Including Age in our model, \(Y \sim N(\mu,\theta_0+\theta_1X)\): Again I am expecting to have a positive correlation, since more older people get and more education they have, we can expect more income inequality.
#Log likelihood function with age for parameter standard deviation
ols.lf2_With_Age <- function(param) {
mu <- param[1]
theta <- param[-1]
y <- as.vector(turnout$income)
x <- cbind(1, turnout$educate, turnout$age)
sigma <- x%*%theta
sum(dnorm(y, mu, sigma, log = TRUE))
}
mle_ols2_with_Age <- maxLik(logLik = ols.lf2_With_Age, start = c(mu = 1, theta0 = 1, theta1 = 1, theta2 = 1),method='BFGS')
summary(mle_ols2_with_Age)
--------------------------------------------
Maximum Likelihood estimation
BFGS maximization, 150 iterations
Return code 0: successful convergence
Log-Likelihood: -4843.15
4 free parameters
Estimates:
Estimate Std. error t value Pr(> t)
mu 3.555011 0.069193 51.378 < 2e-16 ***
theta0 0.362114 0.204550 1.770 0.0767 .
theta1 0.133349 0.010756 12.398 < 2e-16 ***
theta2 0.017507 0.002852 6.139 8.32e-10 ***
---
Signif. codes: 0 *** 0.001 ** 0.01 * 0.05 . 0.1 1
--------------------------------------------
From the result, we can see that y-intercept is \(0.362\), which is people with zero education and age expected there income’s standards deviation of \(0.0175\). From \(\theta_2\) value, we associate that an increase of one year in Age with a standard deviation of income by \(0.0175\) controlling for Education. Moreover, \(\theta_1\) value is still positive. Therefore, I can say that my hypothesis is right that as people get older and more educated income inequality increase.

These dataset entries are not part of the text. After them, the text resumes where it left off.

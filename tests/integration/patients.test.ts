import { eq } from 'drizzle-orm';
import { beforeAll, describe, expect, it } from 'vitest';
import { patients } from '$lib/server/db/schema';
import { getPublicPatient, listPublicPatients } from '$lib/server/patients';
import { useTestDatabase } from '../setup/test-db';

const db = useTestDatabase();

const STAFF_FIELDS = {
	strandingLatitude: '17.951234',
	strandingLongitude: '-66.612345',
	strandingPlace: 'Test cove beside the pier',
	strandedOn: '2026-03-01',
	flipperTags: ['TWD-9001', 'TWD-9002'],
	microchip: '999000000900101',
	transmitterId: 'TWD-SAT-9001',
	medicalNotes: 'Test notes that must stay with staff.',
	agencyCaseNumber: 'ARV-26-9001'
};

function patient(
	slug: string,
	values: Partial<typeof patients.$inferInsert> = {}
): typeof patients.$inferInsert {
	return {
		id: `id-${slug}`,
		slug,
		name: slug[0].toUpperCase() + slug.slice(1),
		species: 'green',
		lifeStage: 'juvenile',
		carapaceLengthCm: '40.5',
		weightKg: '8.25',
		admittedOn: '2026-03-02',
		admissionReason: 'entanglement',
		status: 'in_rehabilitation',
		summary: 'A test patient.',
		...STAFF_FIELDS,
		...values
	};
}

beforeAll(async () => {
	await db()
		.insert(patients)
		.values([
			patient('arena'),
			patient('hidden-one', { publicTreatment: 'hidden' }),
			patient('salida', { status: 'released', admittedOn: '2026-01-10' }),
			patient('recuerdo', {
				status: 'died',
				publicTreatment: 'memorial',
				memorialNote: 'Remembered.',
				admittedOn: '2026-03-20'
			}),
			patient('nueva', { status: 'admitted', admittedOn: '2026-03-15' })
		]);
});

describe('getPublicPatient', () => {
	it('returns the public fields of a patient and none of its staff fields', async () => {
		const found = await getPublicPatient('arena', db());
		expect(found).not.toBeNull();
		expect(found).toMatchObject({ slug: 'arena', name: 'Arena', carapaceLengthCm: '40.5' });
		for (const key of Object.keys(STAFF_FIELDS)) expect(found).not.toHaveProperty(key);
		const text = JSON.stringify(found);
		for (const value of Object.values(STAFF_FIELDS).flat()) expect(text).not.toContain(value);
	});

	it('returns null for a hidden patient and for an unknown slug', async () => {
		expect(await getPublicPatient('hidden-one', db())).toBeNull();
		expect(await getPublicPatient('nobody', db())).toBeNull();
	});

	it('returns a memorial with its note', async () => {
		const found = await getPublicPatient('recuerdo', db());
		expect(found).toMatchObject({ publicTreatment: 'memorial', memorialNote: 'Remembered.' });
	});
});

describe('listPublicPatients', () => {
	it('leaves out hidden patients and lists those in care first, then released, then memorials', async () => {
		const list = await listPublicPatients({}, db());
		expect(list.map((p) => p.slug)).toEqual(['nueva', 'arena', 'salida', 'recuerdo']);
		for (const row of list) {
			for (const key of Object.keys(STAFF_FIELDS)) expect(row).not.toHaveProperty(key);
		}
	});

	it('can list only the patients in care, up to a limit', async () => {
		const list = await listPublicPatients({ inCareOnly: true, limit: 1 }, db());
		expect(list.map((p) => p.slug)).toEqual(['nueva']);
	});

	it('still reads the staff fields from the table itself', async () => {
		const [row] = await db().select().from(patients).where(eq(patients.slug, 'arena'));
		expect(row.microchip).toBe(STAFF_FIELDS.microchip);
	});
});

newdata <- subset(turnout,select=c(age, educate,income))
# Creating Four Catecory for Education
newdata$educate[newdata$educate>= 9 & newdata$educate <15]<- "Intermediate Education"
newdata$educate[newdata$educate >= 15 & newdata$educate <= 20 ]<- "Higher Education"
newdata$educate[newdata$educate>= 4 & newdata$educate<= 8]<- "Some Education"
newdata$educate[newdata$educate< 4]<- "Little Education"
ggplot(newdata) +
aes(x = age) +
aes(y = income) +
facet_wrap(~ educate, scales = "free_y", nrow = 2) +
geom_smooth(col = "grey30")+
ylab("INCOME")+
xlab( "AGE") +
labs(title = "Income Patterns for Different Education Level Throughout Different Age")+
theme_bw(base_size = 13)
From the patterns of income, we can see that people with little education make significantly make less money from the people with higher education. Therefore, the positive correlation of education and income is visible here. When comes to age, we see that people in different age group make the most money in there early age and people with at least some education income started to go down once they are over 60 since they started to retire. This might explain week negative correlation between income and age. If we filter out people over sixty-five, we most likely see a positive correlation between income and age. Only exception is people with low education. Their income increase after their retirement that may cause by the social welfare they receive in the old age.